I started by listing all factors of 36
36,18,12,9,6,4,3,2,1
since 36 is not a perfect cube rule out triplets
I come up with 7 possibilties in no particular order for 3 factors of 36 multiplied to give 36
9*4*1, 6*6*1 ,36*1*1 ,18*2*1 ,6*3*2 ,9*2*2 ,3*3*4
which have coresponding sums
14, 13,38,37,11,13,10
Since the postman doesnt see the numbers on the white house the sum is irrelivant
narrowing it down to possibilities with equal sums
6*6*1 and 9*2*2
only one of which has an eldest
9,2,2
16 Feb 10
Originally posted by joe shmoI figured if the children were 9,2,2 it would be obvious who was the eldest and that the man said his eldest was blonde to distinguish her from her brunette twin; hence 6, 6, 1
Im going to take a shot and say 9,2,2.....

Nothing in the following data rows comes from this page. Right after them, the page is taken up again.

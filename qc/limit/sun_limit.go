// Package limit holds the tests of one minute, one file a test. Each says pass, miss, or not applicable with the reason. All are
// pure functions of numbers; NaN stands for a value that is not there.
package limit

import (
	"math"

	"fluxwarden/qc/exact"
	"fluxwarden/rules"
)

// A Sun is what the limits need to know of the sun in one minute.
type Sun struct {
	ZenithDeg         float64 // airless, 0..180
	Mu0               float64 // its cosine, 0 once the sun is below the horizon
	Mu0Pow02          float64 // Mu0^0.2
	Mu0Pow12          float64 // Mu0^1.2
	ApparentZenithDeg float64 // with refraction
	BeamMu            float64 // cosine of the apparent zenith, 0 once the apparent sun is below the horizon: where the beam meets a plane
	SaWm2             float64 // extraterrestrial irradiance normal to the beam: solar constant over distance squared
	Hidden            bool    // behind the horizon mask
}

// SunOf works out the powers that the limits share. CosZenith is of the airless sun, beamMu of the apparent one.
func SunOf(zenithDeg, cosZenith, apparentZenithDeg, beamMu, saWm2 float64, hidden bool) Sun {
	s := Sun{ZenithDeg: zenithDeg, ApparentZenithDeg: apparentZenithDeg, SaWm2: saWm2, Hidden: hidden}
	if cosZenith > 0 {
		s.Mu0 = cosZenith
		s.Mu0Pow02 = fifthRoot(cosZenith)
		s.Mu0Pow12 = cosZenith * s.Mu0Pow02
	}
	if beamMu > 0 {
		s.BeamMu = beamMu
	}
	return s
}

// SunMax is the upper bound of a limit that follows the sun.
//
//	max = Factor * Sa * mu0^Power + Offset        W/m2
//
// Source: Long & Dutton 2002, BSRN Global Network recommended QC tests V2.0 (constants in rules.LimitTable). Valid for any
// zenith angle: below the horizon mu0 is nothing and the offset alone remains; with Power 0 the bound is the same day and
// night. Worked value: G possible, S0 1361, R 1, Z 60 degrees: 988.61.
func SunMax(l *rules.SunLimit, s *Sun) float64 {
	var p float64
	switch l.Power {
	case 1.2:
		p = s.Mu0Pow12
	case 0.2:
		p = s.Mu0Pow02
	case 1:
		p = s.Mu0
	case 0:
		p = 1
	default:
		if s.Mu0 > 0 {
			p = exact.Pow(s.Mu0, l.Power)
		}
	}
	return float64(l.Factor*s.SaWm2*p) + l.Offset
}

// WithinSun tests a shortwave value against a limit that follows the sun. The lower bound is lowWm2, which the caller widens
// by the zero offset that the instrument's class may have: a thermopile under a cold sky reads below nothing and is sound.
func WithinSun(v, lowWm2 float64, l *rules.SunLimit, s *Sun) rules.Outcome {
	if math.IsNaN(v) {
		return rules.NoValue
	}
	if v < lowWm2 || v > SunMax(l, s) {
		return rules.Miss
	}
	return rules.Pass
}

// WithinBand tests a value against constant bounds.
func WithinBand(v float64, b rules.Band) rules.Outcome {
	if math.IsNaN(v) {
		return rules.NoValue
	}
	if v < b.Low || v > b.High {
		return rules.Miss
	}
	return rules.Pass
}
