package limit

import (
	"fluxwarden/qc/sensor"
	"fluxwarden/rules"
)

// clearSkyMuMin is the least cosine of the sun at which the learnt sky means something: nearer the horizon its error is as large as itself.
const clearSkyMuMin = 0.1

// clearSkyApplies gives the reason why the learnt sky says nothing of a minute, rules.Pass where it does.
func clearSkyApplies(v float64, learnt, eclipsed bool, s *Sun) rules.Outcome {
	switch {
	case v != v:
		return rules.NoValue
	case !learnt:
		return rules.NotLearnt
	case s.Hidden:
		return rules.SunHidden
	case eclipsed:
		return rules.EclipseNow
	case s.BeamMu < clearSkyMuMin:
		return rules.SunTooLow
	}
	return rules.Pass
}

// ClearDirect tests a beam against the one that the least aerosol load of the learnt sky's band would leave, W/m2: nothing makes the sun
// brighter than a clean sky.
//
//	B <= factor * cleanest + above
//
// Own choice of both; not applicable before the sky is learnt, under a low or hidden sun and in an eclipse.
func ClearDirect(b, cleanestWm2 float64, learnt, eclipsed bool, s *Sun, l *rules.Limits) rules.Outcome {
	o := clearSkyApplies(b, learnt, eclipsed, s)
	if o == rules.Pass && b > float64(l.ClearDirectFactor*cleanestWm2)+l.ClearAboveWm2 {
		return rules.Miss
	}
	return o
}

// ClearGlobal tests a global that has been above factor * clear + above for `run` minutes on end: a cloud edge lifts it so, but moves on. It
// misses from the minute on in which the run is as long as the limit.
func ClearGlobal(g, clearWm2 float64, run *int, learnt, eclipsed bool, s *Sun, l *rules.Limits) rules.Outcome {
	o := clearSkyApplies(g, learnt, eclipsed, s)
	if o != rules.Pass || !(g > float64(l.ClearGlobalFactor*clearWm2)+l.ClearAboveWm2) {
		*run = 0
		return o
	}
	*run++
	if float64(*run) >= l.ClearGlobalMinutes {
		return rules.Miss
	}
	return o
}

// ClearLongwave is the soft band of the sky's longwave: not much below the learnt cloudless one, not much above a black body's at air
// temperature, which a low overcast is. Not applicable without air temperature and humidity (the cloudless one is NaN then) or before it is
// learnt.
func ClearLongwave(v, clearWm2, airC float64, learnt bool, l *rules.Limits) rules.Outcome {
	switch {
	case v != v:
		return rules.NoValue
	case clearWm2 != clearWm2 || airC != airC:
		return rules.NoWeather
	case !learnt:
		return rules.NotLearnt
	case v < float64(l.ClearLWBelowFactor*clearWm2) || v > sensor.BlackbodyFlux(airC+sensor.ZeroCelsiusK)+l.ClearLWAboveWm2:
		return rules.Miss
	}
	return rules.Pass
}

I started by listing all factors of 36
36,18,12,9,6,4,3,2,1
since 36 is not a perfect cube rule out triplets
I come up with 7 possibilties in no particular order for 3 factors of 36 multiplied to give 36
9*4*1, 6*6*1 ,36*1*1 ,18*2*1 ,6*3*2 ,9*2*2 ,3*3*4
which have coresponding sums
14, 13,38,37 ...[text shortened]... to possibilities with equal sums
6*6*1 and 9*2*2
only one of which has an eldest
9,2,2
Didnt twig that 13 was the only duplicate sum ... reasoned that the owner of the White House was superstitious therefore no number implied 13!
23 Mar 10
Originally posted by joe shmo
narrowing it down to possibilities with equal sums
6*6*1 and 9*2*2
only one of which has an eldest
9,2,2
Actually 6,6,1 is also correct.
One of the twins have to be the oldest, you know 😀
And the oldest can be blond, just as the other twin.